6. Huge hole in every filler leaf (poor quality materials) 
7. All leaves were the same, no variation in priming. 
8. MIXED FILLER! MIXED FILLER! MIXED FILLER!:vs_whistle:

Make sure you know for sure what you're buying/smoking! I couldn't imagine smoking this POS.


----------



## ForceofWill (Sep 6, 2008)

ROFL, that band tho.


----------



## SoCal Gunner (Apr 7, 2016)

ForceofWill said:


> ROFL, that band tho.


Exactly - I may have bought 1 just for the band - lol. Make that 2 - the second one for the sales guy/gal to smoke on the spot!


----------



## WABOOM (Oct 15, 2015)

Omg !


----------



## Cigary (Oct 19, 2007)

What really pisses off the Good Humor man is when I see trash like this that they sell in the Caribbean and places that you know are fakes... and the sad thing is when friends know that you love cigars and they really think they are coming back with a heck of a deal on a real Cuban cigar... the scary thing is is the scumbags in the islands will put nearly next to anything whether it be rat turds or even worse because they don't care and if they make $2 on the cigar they're happy with that. My advice is never... Ever... smoke anything that somebody brings back that can't be validated.

I've been to the islands in the Caribbean and Gulf of Mexico too many times and when I see these jagoffs trying to sell fake Cuban cigars... That's when I really love to F with them.


----------



## TonyBrooklyn (Jan 28, 2010)

Sorry your friend got duped Tijuana Mexico is the best walk down Revolution Avenue. Store after store filled with fakes.:vs_mad: The sad part if you go just a couple of more blocks. There is a LCDH.


----------



## LeatherNeck (Feb 8, 2017)

TonyBrooklyn said:


> Sorry your friend got duped Tijuana Mexico is the best walk down Revolution Avenue. Store after store filled with fakes.:vs_mad: The sad part if you go just a couple of more blocks. There is a LCDH.


Even sadder still is the fact that non-cigar smokers don't know the difference. When I was in Cozumel a few years ago, I dipped into a cigar shop to take a look around. The first words out of the lady's mouth were, "You looking Cuban?". So I said sure. Every one that she pulled off the shelves was either NC or a fake. As I played the "stupid tourist", she was even trying to sell the NC's as Cuban. Everywhere I went, she was 2 inches away. If I touched something, "You like? I make good deal for you." They won't take "NO" for an answer either.


----------



## bpegler (Mar 30, 2006)

LeatherNeck said:


> Even sadder still is the fact that non-cigar smokers don't know the difference. When I was in Cozumel a few years ago, I dipped into a cigar shop to take a look around. The first words out of the lady's mouth were, "You looking Cuban?". So I said sure. Every one that she pulled off the shelves was either NC or a fake. As I played the "stupid tourist", she was even trying to sell the NC's as Cuban. Everywhere I went, she was 2 inches away. If I touched something, "You like? I make good deal for you." They won't take "NO" for an answer either.

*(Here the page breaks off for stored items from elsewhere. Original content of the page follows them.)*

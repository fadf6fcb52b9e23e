/**
 * The files a user actually gets: `branchtrace sweep` and `branchtrace portrait` on the bundled
 * reactor model through the CLI, opened from disk in headless Chromium with the network blocked.
 * Expected counts come from the analytic equilibrium curve of the model (see the comment below).
 */
import { readFileSync } from 'node:fs';
import { join } from 'node:path';
import type { Browser } from 'playwright-core';
import { afterAll, beforeAll, describe, expect, it } from 'vitest';
import { DIAGRAM_MARKS } from '../../src/report/diagramSpec.js';
import { PORTRAIT_MARKS } from '../../src/portrait/portraitSpec.js';
import { runCli, tempDir } from '../cli/runCli.js';
import { hoverTooltip, launchBrowser, openPage, pageFolder, screenshot, lineMarks, pointMarks } from './browserPage.js';

const MODEL = 'models/cooled-tank-reactor.yaml';
const lines = lineMarks;
const points = pointMarks;

let browser: Browser;
let pages: string;

beforeAll(async () => {
  browser = await launchBrowser();
  pages = pageFolder('demo');
});

afterAll(async () => {
  await browser?.close();
});

describe('pages written by the CLI for the reactor model', () => {
  it('the sweep diagram shows one branch in three stability runs, two folds and a Hopf point, with tooltips', async () => {
    // Analytic for this model (Uppal, Ray & Poore 1974 form with B = 14, beta = 2): on the equilibrium
    // curve x1 = 3·x2/14 and Da = x1/((1 − x1)e^x2), which rises, falls, rises in x2: two folds; the
    // trace of the Jacobian changes sign once more on the upper part (det > 0): one Hopf point. Drawn
    // runs: stable (solid) up to the first fold, unstable (dashed: saddle, then two unstable) up to the
    // Hopf point, stable (solid) after it.
    const out = tempDir('demo-sweep');
    const r = runCli(['sweep', MODEL, '--vary', 'Da', '--from', '0.02', '--to', '0.2', '--out', out]);
    expect(r.status, r.stderr).toBe(0);
    const opened = await openPage(browser, pages, 'sweep.html', readFileSync(join(out, 'diagram.html'), 'utf8'));
    const p = opened.page;
    for (const panel of ['state0', 'state1']) {
      expect(await p.locator(lines(panel)).count()).toBe(3);
      expect(await p.locator(points(panel)).count()).toBe(3);
    }
    const tip = await hoverTooltip(p, points('state0'), 2);
    expect(tip).toMatch(/special point: (fold|Hopf)/);
    await screenshot(p, 'demo-sweep');
    expect(opened.errors).toEqual([]);
    expect(opened.network).toEqual([]);
    await opened.close();
  });

  it('the portrait at Da = 0.1 shows the three equilibria of the S-shaped curve and the saddle manifolds', async () => {
    // Analytic: 0.0889 < Da = 0.1 < 0.1057 lies between the two folds, so three equilibria: stable, saddle, unstable.
    const out = tempDir('demo-portrait');
    const r = runCli(['portrait', MODEL, '--at', 'Da=0.1', '--out', out]);
    expect(r.status, r.stderr).toBe(0);
    expect(r.stdout).toMatch(/^3 equilibria in the window/);
    const opened = await openPage(browser, pages, 'portrait.html', readFileSync(join(out, 'portrait.html'), 'utf8'));
    const p = opened.page;
    const equilibria = `g.${DIAGRAM_MARKS.svgClass(PORTRAIT_MARKS.equilibria)} > path`;
    expect(await p.locator(equilibria).count()).toBe(3);
    const tips = [];
    for (let i = 0; i < 3; i++) tips.push(await hoverTooltip(p, equilibria, i));
    expect(tips.filter((t) => t.includes('saddle'))).toHaveLength(1);
    await screenshot(p, 'demo-portrait');
    expect(opened.errors).toEqual([]);
    expect(opened.network).toEqual([]);
    await opened.close();
  });
});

Cozumel also has a very nice LCdH. Jimmy Sotolongo is the house roller there, and rolls some nice customs, and they have a good selection of always genuine Havanas. Everything is pricey, of course. Mexican taxes are brutal. But hell, you're on vacation!

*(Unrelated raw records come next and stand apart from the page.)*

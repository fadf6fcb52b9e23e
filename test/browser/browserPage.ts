/**
 * Headless Chromium for the page tests: Debian's /usr/bin/chromium driven by playwright-core, every
 * request that is not a file: URL aborted and recorded, console errors, page errors and dialogs
 * recorded. A missing browser is a failure, never a skip (install it with `apt-get install -y chromium`).
 */
import { existsSync, mkdirSync, mkdtempSync, writeFileSync } from 'node:fs';
import { tmpdir } from 'node:os';
import { join } from 'node:path';
import { pathToFileURL } from 'node:url';
import { chromium, type Browser, type Page } from 'playwright-core';
import { DIAGRAM_MARKS } from '../../src/report/diagramSpec.js';

export const CHROMIUM = '/usr/bin/chromium';

const ARGS = [
  '--headless', '--no-sandbox', '--disable-gpu', '--no-first-run', '--disable-background-networking',
  '--disable-component-update', '--disable-sync',
];

export async function launchBrowser(): Promise<Browser> {
  if (!existsSync(CHROMIUM)) {
    throw new Error(`${CHROMIUM} is missing: the browser tests need it (apt-get install -y chromium)`);
  }
  return chromium.launch({ executablePath: CHROMIUM, headless: true, args: ARGS });
}

export interface OpenedPage {
  page: Page;
  /** Console messages of type "error", and uncaught page errors. */
  errors: string[];
  /** Every request that was not for a file: URL (all of them aborted). */
  network: string[];
  /** Messages of alert/confirm/prompt dialogs (all dismissed). */
  dialogs: string[];
  close(): Promise<void>;
}

/** A fresh temporary folder for pages written by one test file. */
export function pageFolder(prefix: string): string {
  return mkdtempSync(join(tmpdir(), `bt-${prefix}-`));
}

/** Writes `html` to `dir/name`, opens it with file:// and waits until the chart has rendered. */
export async function openPage(browser: Browser, dir: string, name: string, html: string): Promise<OpenedPage> {
  const file = join(dir, name);
  writeFileSync(file, html);
  const context = await browser.newContext({ viewport: { width: 1100, height: 1200 } });
  const page = await context.newPage();
  const errors: string[] = [];
  const network: string[] = [];
  const dialogs: string[] = [];
  await context.route('**/*', async (route) => {
    const url = route.request().url();
    if (url.startsWith('file:')) return route.continue();
    network.push(url);
    return route.abort();
  });
  page.on('request', (request) => {
    if (!request.url().startsWith('file:')) network.push(request.url());
  });
  page.on('console', (m) => {
    if (m.type() === 'error') errors.push(m.text());
  });
  page.on('pageerror', (e) => errors.push(String(e)));
  page.on('dialog', (d) => {
    dialogs.push(d.message());
    void d.dismiss();
  });
  await page.goto(pathToFileURL(file).href);
  await page.waitForSelector('body[data-bt-ready="true"]', { timeout: 15_000 });
  return { page, errors, network, dialogs, close: () => context.close() };
}

/** Saves a screenshot as out/browser/<name>.png (out/ is not committed). */
export async function screenshot(page: Page, name: string): Promise<string> {
  const dir = join(process.cwd(), 'out', 'browser');
  mkdirSync(dir, { recursive: true });
  const path = join(dir, `${name}.png`);
  await page.screenshot({ path, fullPage: true });
  return path;
}

/** Moves the mouse onto the centre of `selector`'s nth match and returns the tooltip's text ('' if hidden). */
export async function hoverTooltip(page: Page, selector: string, nth: number): Promise<string> {
  await page.mouse.move(0, 0);
  const box = await page.locator(selector).nth(nth).boundingBox();
  if (box === null) throw new Error(`no box for ${selector} #${nth}`);
  await page.mouse.move(box.x + box.width / 2, box.y + box.height / 2, { steps: 2 });
  const tip = page.locator('.bt-tooltip');
  await tip.waitFor({ state: 'visible', timeout: 3_000 });
  return (await tip.textContent()) ?? '';
}


/** CSS selectors of the diagram's branch line paths and special-point marks in one panel. */
export const lineMarks = (panel: string): string => `g.${DIAGRAM_MARKS.svgClass(DIAGRAM_MARKS.lines(panel))} > path`;
export const pointMarks = (panel: string): string => `g.${DIAGRAM_MARKS.svgClass(DIAGRAM_MARKS.points(panel))} > path`;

The LCdH has a nice bar and restaurant as well. You can have a great meal, and then enjoy a cigar and a drink at your table after dinner. And absolutely no one will complain about your smoke, unless (shudder) you smoke some cheap ass NC.

It's not a La Casa del Cheapo Non-Cuban, now is it? Nope. It's Habanos, baby!

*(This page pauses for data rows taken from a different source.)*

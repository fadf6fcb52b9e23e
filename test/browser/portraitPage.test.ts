import { readFileSync, rmSync } from 'node:fs';
import { createRequire } from 'node:module';
import { join } from 'node:path';
import type { Browser } from 'playwright-core';
import { afterAll, beforeAll, describe, expect, it } from 'vitest';
import { compileModel } from '../../src/compile/compileModel.js';
import { findEquilibria } from '../../src/equilibria/findEquilibria.js';
import { readModelFile } from '../../src/model/loadModel.js';
import { buildPortrait } from '../../src/portrait/buildPortrait.js';
import { PORTRAIT_MARKS, portraitSpec } from '../../src/portrait/portraitSpec.js';
import { CAUTION } from '../../src/report/caution.js';
import { compileChart, renderPage } from '../../src/report/renderPage.js';
import { expectClose } from '../helpers/close.js';
import { schemaErrors } from '../report/diagramSchemaCheck.js';
import { hoverTooltip, launchBrowser, openPage, pageFolder, screenshot } from './browserPage.js';

const marks = (name: string) => `g.${name}_marks > path`;

let browser: Browser;
let dir: string;

beforeAll(async () => {
  browser = await launchBrowser();
  dir = pageFolder('portrait');
});

afterAll(async () => {
  await browser?.close();
  if (dir !== undefined) rmSync(dir, { recursive: true, force: true });
});

describe('the phase-portrait page in a browser (file://, network blocked)', () => {
  it('draws the bistable toggle switch: three equilibria, the saddle at (2, 2), nullclines and a tooltip', async () => {
    // models/genetic-toggle-switch.yaml: u' = α1/(1 + v²) − u, v' = α2/(1 + u²) − v with α1 = α2 = 10.
    const model = readModelFile(join(process.cwd(), 'models', 'genetic-toggle-switch.yaml'));
    const system = compileModel(model);
    const p = Float64Array.from(model.parameters.map((q) => q.value));
    const box = { lo: Float64Array.from([-1, -1]), hi: Float64Array.from([12, 12]) };
    const { equilibria } = findEquilibria(system, p, { box });
    // Analytic: u(1 + v²) = 10 and v(1 + u²) = 10 subtract to (u − v)(1 − uv) = 0. On u = v:
    // u³ + u − 10 = 0, so u = v = 2. Off it: uv = 1, so u + v = u(1 + v²) = 10, u, v = 5 ± 2√6.
    const expected = [[2, 2], [5 + 2 * Math.sqrt(6), 5 - 2 * Math.sqrt(6)], [5 - 2 * Math.sqrt(6), 5 + 2 * Math.sqrt(6)]];
    expect(equilibria).toHaveLength(3);
    for (const [u, v] of expected) {
      const e = equilibria.find((q) => Math.hypot(q.state[0]! - u!, q.state[1]! - v!) < 1e-6);
      // A missing equilibrium gives NaN and fails the comparison.
      expectClose(e?.state[0] ?? NaN, u!, { abs: 1e-9 }, `u of the equilibrium near (${u}, ${v})`);
    }

    const window = { x: [-0.5, 11] as [number, number], y: [-0.5, 11] as [number, number] };
    const data = buildPortrait(system, p, { ix: 0, iy: 1, window, held: p.slice(0, 2), equilibria });
    const spec = portraitSpec(data);
    expect((await compileChart(spec)).warnings).toEqual([]);
    const schema = JSON.parse(readFileSync(createRequire(import.meta.url).resolve('vega-lite/vega-lite-schema.json'), 'utf8'));
    expect(schemaErrors(schema, spec)).toEqual([]);
    const page = await renderPage(spec, { title: 'Phase portrait of the toggle switch', notes: [CAUTION] });
    const opened = await openPage(browser, dir, 'toggle-switch.html', page.html);
    const pg = opened.page;

    expect(await pg.locator(marks(PORTRAIT_MARKS.equilibria)).count()).toBe(3);
    expect(await pg.locator(marks(PORTRAIT_MARKS.nullclines)).count()).toBeGreaterThanOrEqual(2);
    expect(await pg.locator(marks(PORTRAIT_MARKS.manifolds)).count()).toBeGreaterThanOrEqual(2);
    expect(await pg.locator(marks(PORTRAIT_MARKS.arrows)).count()).toBe(0); // rules are <line>, not <path>
    expect(await pg.locator(`g.${PORTRAIT_MARKS.arrows}_marks > line`).count()).toBe(data.arrows.length);

    const tips: string[] = [];
    for (let k = 0; k < 3; k++) tips.push(await hoverTooltip(pg, marks(PORTRAIT_MARKS.equilibria), k));
    const saddle = tips.filter((t) => t.includes('type: saddle'));
    expect(saddle).toHaveLength(1);
    expect(saddle[0]).toContain('u: 2.00000');
    expect(saddle[0]).toContain('v: 2.00000');
    // Analytic: J = [[−1, −2α1·v/(1 + v²)²], [−2α2·u/(1 + u²)², −1]] = [[−1, −1.6], [−1.6, −1]] at (2, 2),
    // eigenvalues −1 ± 1.6.
    expect(saddle[0]).toContain('eigenvalues: 0.6, -2.6');
    expect(tips.filter((t) => t.includes('type: stable node'))).toHaveLength(2);

    await screenshot(pg, 'portrait-toggle-switch');
    expect(opened.errors).toEqual([]);
    expect(opened.network).toEqual([]);
    expect(opened.dialogs).toEqual([]);
    await opened.close();
  });
});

Hell, if you want to smoke during dinner, the staff will simply smile and offer you a light.

There's a nice view of the water, and everything is air conditioned. I personally recommend the lobster, followed by one of Jimmy's customs. My wife swears by the mojitos.


----------



## poppajon75 (Apr 10, 2016)

Taking advantage of people that don't know better just strikes a nerve in me. It's theft, plain and simple. 
Nice breakdown of that cigar. 

Sent from my know it all smart phone using Tapatalk


----------



## Rondo (Sep 9, 2015)

Nobody should smoke those. 
Please tell your friend.


----------



## TonyBrooklyn (Jan 28, 2010)

LeatherNeck said:


> Even sadder still is the fact that non-cigar smokers don't know the difference. When I was in Cozumel a few years ago, I dipped into a cigar shop to take a look around. The first words out of the lady's mouth were, "You looking Cuban?". So I said sure. Every one that she pulled off the shelves was either NC or a fake. As I played the "stupid tourist", she was even trying to sell the NC's as Cuban. Everywhere I went, she was 2 inches away. If I touched something, "You like? I make good deal for you." They won't take "NO" for an answer either.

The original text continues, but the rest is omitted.